Supplied material Start Marker
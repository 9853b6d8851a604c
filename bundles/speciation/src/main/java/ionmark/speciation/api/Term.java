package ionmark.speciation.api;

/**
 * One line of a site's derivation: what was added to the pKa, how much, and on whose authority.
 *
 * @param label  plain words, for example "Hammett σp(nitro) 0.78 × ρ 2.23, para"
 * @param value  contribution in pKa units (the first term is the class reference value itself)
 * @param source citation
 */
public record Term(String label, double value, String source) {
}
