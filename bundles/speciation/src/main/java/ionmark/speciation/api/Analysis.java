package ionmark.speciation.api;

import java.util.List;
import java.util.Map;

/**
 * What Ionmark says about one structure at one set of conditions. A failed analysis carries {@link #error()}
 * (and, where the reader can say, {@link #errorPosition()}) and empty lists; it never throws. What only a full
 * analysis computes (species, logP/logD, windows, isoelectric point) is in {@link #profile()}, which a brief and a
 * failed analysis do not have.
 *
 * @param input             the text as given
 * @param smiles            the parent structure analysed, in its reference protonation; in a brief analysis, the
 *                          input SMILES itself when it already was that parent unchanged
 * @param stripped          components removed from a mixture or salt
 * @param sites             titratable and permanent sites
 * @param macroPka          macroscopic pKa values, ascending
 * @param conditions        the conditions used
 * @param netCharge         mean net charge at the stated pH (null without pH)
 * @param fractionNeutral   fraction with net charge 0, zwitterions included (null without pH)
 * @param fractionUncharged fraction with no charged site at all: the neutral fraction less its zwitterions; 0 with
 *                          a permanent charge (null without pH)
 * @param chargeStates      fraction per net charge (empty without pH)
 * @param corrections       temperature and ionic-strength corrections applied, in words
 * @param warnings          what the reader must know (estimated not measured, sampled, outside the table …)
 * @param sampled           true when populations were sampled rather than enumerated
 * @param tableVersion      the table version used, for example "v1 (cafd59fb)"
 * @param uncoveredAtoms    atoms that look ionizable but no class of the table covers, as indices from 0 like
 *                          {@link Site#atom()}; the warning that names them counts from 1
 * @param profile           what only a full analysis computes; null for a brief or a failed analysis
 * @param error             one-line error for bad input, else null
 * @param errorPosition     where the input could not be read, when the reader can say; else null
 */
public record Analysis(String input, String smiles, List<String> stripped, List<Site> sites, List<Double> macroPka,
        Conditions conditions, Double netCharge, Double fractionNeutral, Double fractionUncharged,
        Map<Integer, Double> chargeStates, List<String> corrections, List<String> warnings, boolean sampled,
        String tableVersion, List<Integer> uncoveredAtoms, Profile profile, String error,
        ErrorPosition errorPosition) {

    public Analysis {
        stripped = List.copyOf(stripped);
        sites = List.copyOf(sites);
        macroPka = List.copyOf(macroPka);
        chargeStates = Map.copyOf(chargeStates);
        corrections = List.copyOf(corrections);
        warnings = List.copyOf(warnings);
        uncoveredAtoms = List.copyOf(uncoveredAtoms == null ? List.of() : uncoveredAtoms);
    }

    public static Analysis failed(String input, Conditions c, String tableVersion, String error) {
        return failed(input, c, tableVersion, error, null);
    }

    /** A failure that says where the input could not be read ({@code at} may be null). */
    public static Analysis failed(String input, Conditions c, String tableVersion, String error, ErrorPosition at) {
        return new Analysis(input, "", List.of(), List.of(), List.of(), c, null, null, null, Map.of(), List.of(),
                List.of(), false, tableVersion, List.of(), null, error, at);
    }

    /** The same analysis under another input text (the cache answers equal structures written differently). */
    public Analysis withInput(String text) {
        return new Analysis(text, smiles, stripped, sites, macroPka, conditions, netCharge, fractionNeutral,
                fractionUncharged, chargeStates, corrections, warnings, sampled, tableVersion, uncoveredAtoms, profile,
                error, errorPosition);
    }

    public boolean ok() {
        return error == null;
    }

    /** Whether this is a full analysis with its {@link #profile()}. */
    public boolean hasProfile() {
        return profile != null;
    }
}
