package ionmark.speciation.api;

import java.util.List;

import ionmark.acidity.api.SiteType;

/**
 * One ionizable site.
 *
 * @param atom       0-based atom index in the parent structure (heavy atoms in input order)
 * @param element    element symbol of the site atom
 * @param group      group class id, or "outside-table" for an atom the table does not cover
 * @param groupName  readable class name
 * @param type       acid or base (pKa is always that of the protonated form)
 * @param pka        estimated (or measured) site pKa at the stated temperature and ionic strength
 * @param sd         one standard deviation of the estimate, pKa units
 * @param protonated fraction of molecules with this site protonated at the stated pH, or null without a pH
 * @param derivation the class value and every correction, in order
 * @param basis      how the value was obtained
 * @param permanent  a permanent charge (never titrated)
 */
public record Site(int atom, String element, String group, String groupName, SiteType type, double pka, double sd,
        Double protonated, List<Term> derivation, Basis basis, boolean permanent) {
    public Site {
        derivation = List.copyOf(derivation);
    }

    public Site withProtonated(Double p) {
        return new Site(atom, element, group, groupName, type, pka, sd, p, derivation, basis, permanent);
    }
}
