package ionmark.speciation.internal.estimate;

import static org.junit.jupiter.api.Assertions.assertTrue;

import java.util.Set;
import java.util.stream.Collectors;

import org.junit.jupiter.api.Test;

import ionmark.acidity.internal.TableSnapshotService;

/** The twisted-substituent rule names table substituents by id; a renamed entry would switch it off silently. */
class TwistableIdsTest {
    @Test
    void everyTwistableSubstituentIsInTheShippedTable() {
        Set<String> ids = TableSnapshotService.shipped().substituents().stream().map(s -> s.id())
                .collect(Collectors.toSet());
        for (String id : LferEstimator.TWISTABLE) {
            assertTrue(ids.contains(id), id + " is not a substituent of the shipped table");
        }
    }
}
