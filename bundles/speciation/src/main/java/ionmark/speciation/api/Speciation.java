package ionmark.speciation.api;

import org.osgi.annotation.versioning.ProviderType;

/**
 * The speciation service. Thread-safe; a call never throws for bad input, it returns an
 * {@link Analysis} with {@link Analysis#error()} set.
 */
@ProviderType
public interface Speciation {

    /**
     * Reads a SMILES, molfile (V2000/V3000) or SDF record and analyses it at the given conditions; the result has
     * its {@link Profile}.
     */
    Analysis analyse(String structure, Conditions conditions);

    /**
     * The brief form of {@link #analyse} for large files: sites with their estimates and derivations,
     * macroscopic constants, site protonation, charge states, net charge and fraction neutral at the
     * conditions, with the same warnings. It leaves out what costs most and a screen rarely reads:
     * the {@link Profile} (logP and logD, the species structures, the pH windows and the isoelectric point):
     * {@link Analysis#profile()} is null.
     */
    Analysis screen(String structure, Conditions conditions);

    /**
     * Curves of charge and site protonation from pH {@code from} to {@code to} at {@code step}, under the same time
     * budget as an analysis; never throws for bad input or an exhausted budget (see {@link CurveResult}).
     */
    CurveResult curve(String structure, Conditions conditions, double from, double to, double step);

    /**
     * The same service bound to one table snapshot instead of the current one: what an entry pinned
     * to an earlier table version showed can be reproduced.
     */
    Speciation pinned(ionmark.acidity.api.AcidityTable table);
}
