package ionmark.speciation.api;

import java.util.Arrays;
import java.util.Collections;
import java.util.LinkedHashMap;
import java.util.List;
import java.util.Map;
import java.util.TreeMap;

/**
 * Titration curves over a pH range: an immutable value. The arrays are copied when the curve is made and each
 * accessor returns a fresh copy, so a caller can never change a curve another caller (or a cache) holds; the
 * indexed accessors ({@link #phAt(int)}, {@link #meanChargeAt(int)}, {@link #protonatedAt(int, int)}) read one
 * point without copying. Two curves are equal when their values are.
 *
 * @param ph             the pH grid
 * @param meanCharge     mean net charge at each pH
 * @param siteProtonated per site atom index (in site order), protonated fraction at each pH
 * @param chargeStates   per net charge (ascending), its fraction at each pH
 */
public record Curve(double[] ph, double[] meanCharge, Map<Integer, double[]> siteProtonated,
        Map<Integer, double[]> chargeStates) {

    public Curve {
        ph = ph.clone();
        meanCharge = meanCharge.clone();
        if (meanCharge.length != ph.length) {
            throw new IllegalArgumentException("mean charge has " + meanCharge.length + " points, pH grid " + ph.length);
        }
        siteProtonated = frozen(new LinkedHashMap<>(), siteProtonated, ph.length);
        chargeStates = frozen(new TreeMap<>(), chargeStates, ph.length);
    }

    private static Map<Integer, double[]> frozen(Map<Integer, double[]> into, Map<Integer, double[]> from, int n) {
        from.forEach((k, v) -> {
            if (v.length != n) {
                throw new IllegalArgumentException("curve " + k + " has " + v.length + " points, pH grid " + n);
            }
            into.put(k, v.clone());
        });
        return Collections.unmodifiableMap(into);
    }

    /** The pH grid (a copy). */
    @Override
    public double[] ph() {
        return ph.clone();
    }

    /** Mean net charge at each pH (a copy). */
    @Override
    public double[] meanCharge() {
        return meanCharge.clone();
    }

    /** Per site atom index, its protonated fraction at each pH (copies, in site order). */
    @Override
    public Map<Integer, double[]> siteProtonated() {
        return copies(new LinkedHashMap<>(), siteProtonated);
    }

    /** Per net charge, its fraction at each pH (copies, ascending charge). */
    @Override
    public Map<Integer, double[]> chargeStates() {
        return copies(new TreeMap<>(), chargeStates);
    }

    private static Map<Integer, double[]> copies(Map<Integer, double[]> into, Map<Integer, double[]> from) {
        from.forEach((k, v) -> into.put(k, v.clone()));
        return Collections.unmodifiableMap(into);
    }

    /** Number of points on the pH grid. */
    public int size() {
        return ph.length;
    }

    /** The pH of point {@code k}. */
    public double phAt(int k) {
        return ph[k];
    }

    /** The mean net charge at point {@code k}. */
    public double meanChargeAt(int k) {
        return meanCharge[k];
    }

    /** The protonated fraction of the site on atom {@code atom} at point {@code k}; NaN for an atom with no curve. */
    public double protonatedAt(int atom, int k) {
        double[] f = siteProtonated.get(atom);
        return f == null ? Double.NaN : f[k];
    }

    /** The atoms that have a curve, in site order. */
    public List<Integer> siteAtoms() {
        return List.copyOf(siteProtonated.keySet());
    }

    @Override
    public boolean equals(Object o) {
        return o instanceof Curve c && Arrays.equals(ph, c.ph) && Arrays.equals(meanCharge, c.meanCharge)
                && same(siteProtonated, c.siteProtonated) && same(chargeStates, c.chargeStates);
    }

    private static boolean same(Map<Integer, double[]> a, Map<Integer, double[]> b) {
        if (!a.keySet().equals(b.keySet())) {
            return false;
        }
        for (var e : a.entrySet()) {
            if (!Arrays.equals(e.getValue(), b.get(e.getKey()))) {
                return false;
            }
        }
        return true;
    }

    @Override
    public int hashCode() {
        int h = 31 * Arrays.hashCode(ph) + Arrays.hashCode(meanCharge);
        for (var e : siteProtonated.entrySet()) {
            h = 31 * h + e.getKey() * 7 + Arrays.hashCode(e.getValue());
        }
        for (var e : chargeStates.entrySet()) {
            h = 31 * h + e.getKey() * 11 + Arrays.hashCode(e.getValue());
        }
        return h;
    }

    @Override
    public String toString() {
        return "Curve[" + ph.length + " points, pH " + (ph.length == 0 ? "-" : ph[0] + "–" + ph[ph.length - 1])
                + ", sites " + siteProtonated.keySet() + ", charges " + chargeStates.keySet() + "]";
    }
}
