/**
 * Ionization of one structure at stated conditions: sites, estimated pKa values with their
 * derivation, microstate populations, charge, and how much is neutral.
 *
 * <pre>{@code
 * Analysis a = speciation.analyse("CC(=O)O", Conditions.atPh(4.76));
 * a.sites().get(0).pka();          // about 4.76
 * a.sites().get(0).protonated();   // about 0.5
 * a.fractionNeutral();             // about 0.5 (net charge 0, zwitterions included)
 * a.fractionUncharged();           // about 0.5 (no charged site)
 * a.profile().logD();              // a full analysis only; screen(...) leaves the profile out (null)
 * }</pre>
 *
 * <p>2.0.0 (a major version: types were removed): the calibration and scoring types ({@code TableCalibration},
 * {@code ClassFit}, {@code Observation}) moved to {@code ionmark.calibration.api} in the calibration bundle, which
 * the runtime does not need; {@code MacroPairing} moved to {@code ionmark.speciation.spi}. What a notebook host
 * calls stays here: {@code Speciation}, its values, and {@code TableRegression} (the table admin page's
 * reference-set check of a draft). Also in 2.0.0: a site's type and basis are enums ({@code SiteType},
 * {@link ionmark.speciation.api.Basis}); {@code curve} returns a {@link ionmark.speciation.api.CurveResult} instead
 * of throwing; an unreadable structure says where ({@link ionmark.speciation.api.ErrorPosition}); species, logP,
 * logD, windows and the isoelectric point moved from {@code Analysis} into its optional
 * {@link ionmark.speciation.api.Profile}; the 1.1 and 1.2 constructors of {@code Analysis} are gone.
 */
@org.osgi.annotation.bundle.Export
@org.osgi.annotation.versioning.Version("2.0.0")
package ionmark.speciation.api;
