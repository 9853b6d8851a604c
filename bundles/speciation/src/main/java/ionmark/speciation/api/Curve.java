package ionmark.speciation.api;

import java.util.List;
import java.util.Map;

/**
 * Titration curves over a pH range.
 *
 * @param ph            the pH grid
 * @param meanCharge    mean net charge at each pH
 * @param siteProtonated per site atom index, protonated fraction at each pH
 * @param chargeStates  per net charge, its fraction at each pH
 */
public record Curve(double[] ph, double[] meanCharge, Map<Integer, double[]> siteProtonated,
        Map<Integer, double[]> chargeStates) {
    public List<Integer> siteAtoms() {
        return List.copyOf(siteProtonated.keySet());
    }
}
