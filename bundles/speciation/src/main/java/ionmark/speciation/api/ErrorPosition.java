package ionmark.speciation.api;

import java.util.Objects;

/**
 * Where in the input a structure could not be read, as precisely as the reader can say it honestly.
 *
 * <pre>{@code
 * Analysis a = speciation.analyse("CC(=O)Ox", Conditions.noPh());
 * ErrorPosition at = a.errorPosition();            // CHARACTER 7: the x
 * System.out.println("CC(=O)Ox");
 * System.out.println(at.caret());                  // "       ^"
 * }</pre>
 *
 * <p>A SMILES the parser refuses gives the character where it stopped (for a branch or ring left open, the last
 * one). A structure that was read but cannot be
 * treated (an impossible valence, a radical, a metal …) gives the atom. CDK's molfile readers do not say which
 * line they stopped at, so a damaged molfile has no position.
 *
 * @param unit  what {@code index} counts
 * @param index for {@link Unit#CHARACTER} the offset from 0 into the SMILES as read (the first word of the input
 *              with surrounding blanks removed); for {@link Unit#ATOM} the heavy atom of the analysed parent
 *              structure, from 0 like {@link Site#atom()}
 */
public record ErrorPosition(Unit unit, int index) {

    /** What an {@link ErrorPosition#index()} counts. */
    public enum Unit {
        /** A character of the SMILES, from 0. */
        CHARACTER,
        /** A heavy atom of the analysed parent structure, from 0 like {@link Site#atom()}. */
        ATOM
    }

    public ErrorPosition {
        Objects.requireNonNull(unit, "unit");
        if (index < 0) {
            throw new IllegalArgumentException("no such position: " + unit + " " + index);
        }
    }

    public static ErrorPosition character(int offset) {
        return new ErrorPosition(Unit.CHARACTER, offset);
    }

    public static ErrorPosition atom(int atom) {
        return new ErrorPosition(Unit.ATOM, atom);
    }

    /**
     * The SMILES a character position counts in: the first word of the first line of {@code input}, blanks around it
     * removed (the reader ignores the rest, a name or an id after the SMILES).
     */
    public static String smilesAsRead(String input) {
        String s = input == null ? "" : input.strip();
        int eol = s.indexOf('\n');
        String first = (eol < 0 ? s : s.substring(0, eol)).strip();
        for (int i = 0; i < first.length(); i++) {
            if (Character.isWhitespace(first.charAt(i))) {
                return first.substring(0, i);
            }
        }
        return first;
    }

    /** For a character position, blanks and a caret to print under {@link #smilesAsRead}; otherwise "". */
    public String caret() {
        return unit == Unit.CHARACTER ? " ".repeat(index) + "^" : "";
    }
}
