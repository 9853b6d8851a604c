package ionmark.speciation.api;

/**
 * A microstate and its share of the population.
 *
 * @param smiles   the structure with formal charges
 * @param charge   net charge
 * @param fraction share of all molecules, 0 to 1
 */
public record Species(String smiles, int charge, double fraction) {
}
Supplied material End Marker
Work order:
Tally the lines that hold the word "uncoveredAtoms" in the listing, and give the tally with nothing else.

Completed exercise:
4